The purpose of the Torah is to sanctify our lives….

Let us look a bit deeper. The purpose of the Torah is to sanctify our lives. When a person benefits from something in the world (like eating) for the sake of Heaven, that object is transformed from mundane to holy. This is the purpose of the Creation: "To make a dwelling place for Him (G‑d) in the lower worlds" (Tanchuma, Naso 16). From this perspective, how can we deny ourselves anything that the Torah permits? If we are permitted to use something for the purpose of elevating it to holiness, why would someone take a vow and flee from this goal?

We find the answer in the question. When a person is on the proper spiritual level, making oaths is not for him. His job is to elevate the physical; he has the ability, and it is inappropriate for him to run away from this G‑d given purpose. For this reason we have found in Jewish tradition great righteous people who possessed material luxuries because they knew exactly how to elevate them to holiness and rescue them for divine service.

If you find that one TV show leads to ten more, try none….
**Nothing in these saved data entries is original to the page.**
using TwoPhase.Benchmarks.Ratios;
using TwoPhase.Dynamics;
using TwoPhase.Metering;
using TwoPhase.Passes;
using TwoPhase.Slip;
using TwoPhase.Steam;
using UnitsNet;

namespace TwoPhase.Benchmarks.Dynamics;

/// <summary>A pass in time: a plant second through the door, and one inner step of one cell.</summary>
internal sealed class DynamicsRatios : IRatioSuite
{
    private const int Seconds = 60;

    private static readonly Pass Pass = new Pass("1", [Tubes("bank").AsConvective(), Tubes("coil")])
        .WithConvectiveShare(Ratio.FromPercent(41))
        .WithMeter(new(new ClassicalVenturi(Length.FromMillimeters(77.9), Length.FromMillimeters(49), ConvergentFinish.Machined), WetSteamModel.Homogeneous));

    private static readonly PassConditions Start = new(MassFlow.FromKilogramsPerSecond(4.8), Temperature.FromDegreesCelsius(171.85), Pressure.FromMegapascals(9.6), Power.FromMegawatts(8.2));
    private static readonly SimulatorOptions Default = SimulatorOptions.Default, Homogeneous = Default.WithModels(new(VoidFractionModel.Homogeneous));

    public string Name => "Dynamics";

    public IEnumerable<RatioCase> Cases()
    {
        yield return Second("a plant second, default", Default);
        yield return Second("a plant second, homogeneous, no metal", Homogeneous.WithoutMetal());
        yield return Second("a plant second, default, 160 cells", Default.WithCells(160));
        yield return Second("a plant second, default, 320 cells", Default.WithCells(320));
        yield return Step("an inner step of a cell, default", Default);
        yield return Step("an inner step of a cell, homogeneous, no metal", Homogeneous.WithoutMetal());
    }

    // Firing up for a minute, then down: never at rest, never far from where it began.
    private static RatioCase Second(string what, SimulatorOptions options)
    {
        var simulator = new PassSimulator(Pass, Start, options);
        PassConditions up = Start.WithAbsorbedHeat(Start.AbsorbedHeat * 1.02m), down = Start.WithAbsorbedHeat(Start.AbsorbedHeat * 0.98m);
        var second = Duration.FromSeconds(1);
        bool turn = false;
        return new(what, Seconds, () =>
        {
            turn = !turn;
            double sum = 0;
            for (int i = 0; i < Seconds; i++) sum += simulator.Advance(turn ? up : down, second).RawOutletFlow;
            return sum;
        })
        {
            Yardstick = Yardsticks.P,
        };
    }

    private static RatioCase Step(string what, SimulatorOptions options)
    {
        const int steps = 100;
        var channel = new Channel<SurfaceFluid>(new(SteamSurface.Default), Pass.Ducts, options.Models, options.Cells) { MetalStores = options.MetalStoresHeat, Heat = Start.RawAbsorbedHeat, FeedEnthalpy = 730e3 };
        channel.Rest(Start.RawFeedFlow, Start.RawOutletPressure);
        channel.Advance(1, Start.RawFeedFlow, Start.RawOutletPressure);
        bool turn = false;
        return new(what, steps * channel.Cells.Length, () =>
        {
            turn = !turn;
            double step = 0.7 / (1.1 * channel.CourantRate), feedFlow = Start.RawFeedFlow * (turn ? 1.01 : 0.99);
            for (int i = 0; i < steps; i++) channel.Step(step, feedFlow, Start.RawOutletPressure);
            return channel.Outlet.Outflow;
        })
        {
            Yardstick = Yardsticks.P,
            Target = 5,
        };
    }

    private static TubeSection Tubes(string name) => new TubeSection(name, Length.FromMillimeters(77.9), Length.FromMillimeters(88.9), Length.FromMeters(335.5)).WithRoughness(Length.FromMicrometers(46));
}
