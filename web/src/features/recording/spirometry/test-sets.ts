import type { BlowRow, FormState, SetName, SpirometryForm, TestSet } from './spirometry-form';

const rowTexts = ['fev1', 'fvc', 'pef', 'fef2575', 'time', 'reason'] as const;

export const isEmptyRow = (row: BlowRow): boolean => rowTexts.every((name) => row[name].trim() === '');

export const isFilledSet = (set: TestSet): boolean =>
  set.entry === 'best'
    ? Object.values(set.best).some((text) => text.trim() !== '')
    : set.rows.some((row) => !isEmptyRow(row));

/** The sets a bronchodilator state opens, in the order of the tabs. */
export const setsOf = (state: FormState): readonly SetName[] => {
  if (state === 'given') return ['before', 'after'];
  return state === 'after' ? ['after'] : ['before'];
};

/** Numbers typed in a set that the chosen state does not open: they must not get lost unseen. */
export const hiddenFilledSet = (form: SpirometryForm): SetName | null => {
  const open = setsOf(form.state);
  return (['before', 'after'] as const).find((name) => !open.includes(name) && isFilledSet(form[name])) ?? null;
};

/** One test keeps its numbers when its state is corrected from before to after or back. */
export const withState = (form: SpirometryForm, state: FormState): SpirometryForm => {
  const from = setsOf(form.state)[0];
  const to = setsOf(state)[0];
  if (from === to) return { ...form, state };
  return { ...form, state, before: form.after, after: form.before };
};

export const maneuverCount = (set: TestSet): number => set.rows.filter((row) => !isEmptyRow(row)).length;

export const setWords = (set: TestSet): string => {
  if (set.entry === 'best') return isFilledSet(set) ? 'best values' : '';
  const count = maneuverCount(set);
  if (count === 0) return '';
  return count === 1 ? '1 maneuver' : `${count} maneuvers`;
};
On the other hand, a person who was seduced from the straight path, who is not certain that each and every action will be for the sake of Heaven, knows that he is not always capable of elevating the physical to it spiritual source. Even worse, there is a distinct risk that those very actions will lower him deeper into the malaise of the world. Not only is it permissible, it is recommended to use oaths as a weapon to protect his spiritual level. If you find that one TV show leads to ten more, try none.

This principle also explains the prohibitions and fences that the Rabbis placed on the Jewish people through out all of the generations. While the Temple stood and broadcast its light of spiritual power, such additional fences were not required. With this elevated consciousness, the Jewish people were able to overcome all obstacles between them and the Almighty and to imbue the physical with holiness. However, with the destruction of the Temple, the darkness of exile shadowed the world. No more did the Jews have an extra boost to protect their high spiritual status. The Rabbis of that time stepped in with additional prohibitions and fences.

From all of this, we see that use of oaths suggests that the person is on a lower than required spiritual level. If such were not the case, he or she would not need this extra protection. This is the reason that only one who is on a higher level than the person who took the oath (like a parent in certain cases, or a qualified rabbi) has the power to nullify the oath. Additionally, they are even able to assist this person on a lower level to no longer need the oath. This will help that individual to live in the world without the crutch of vows and elevate physicality to holiness.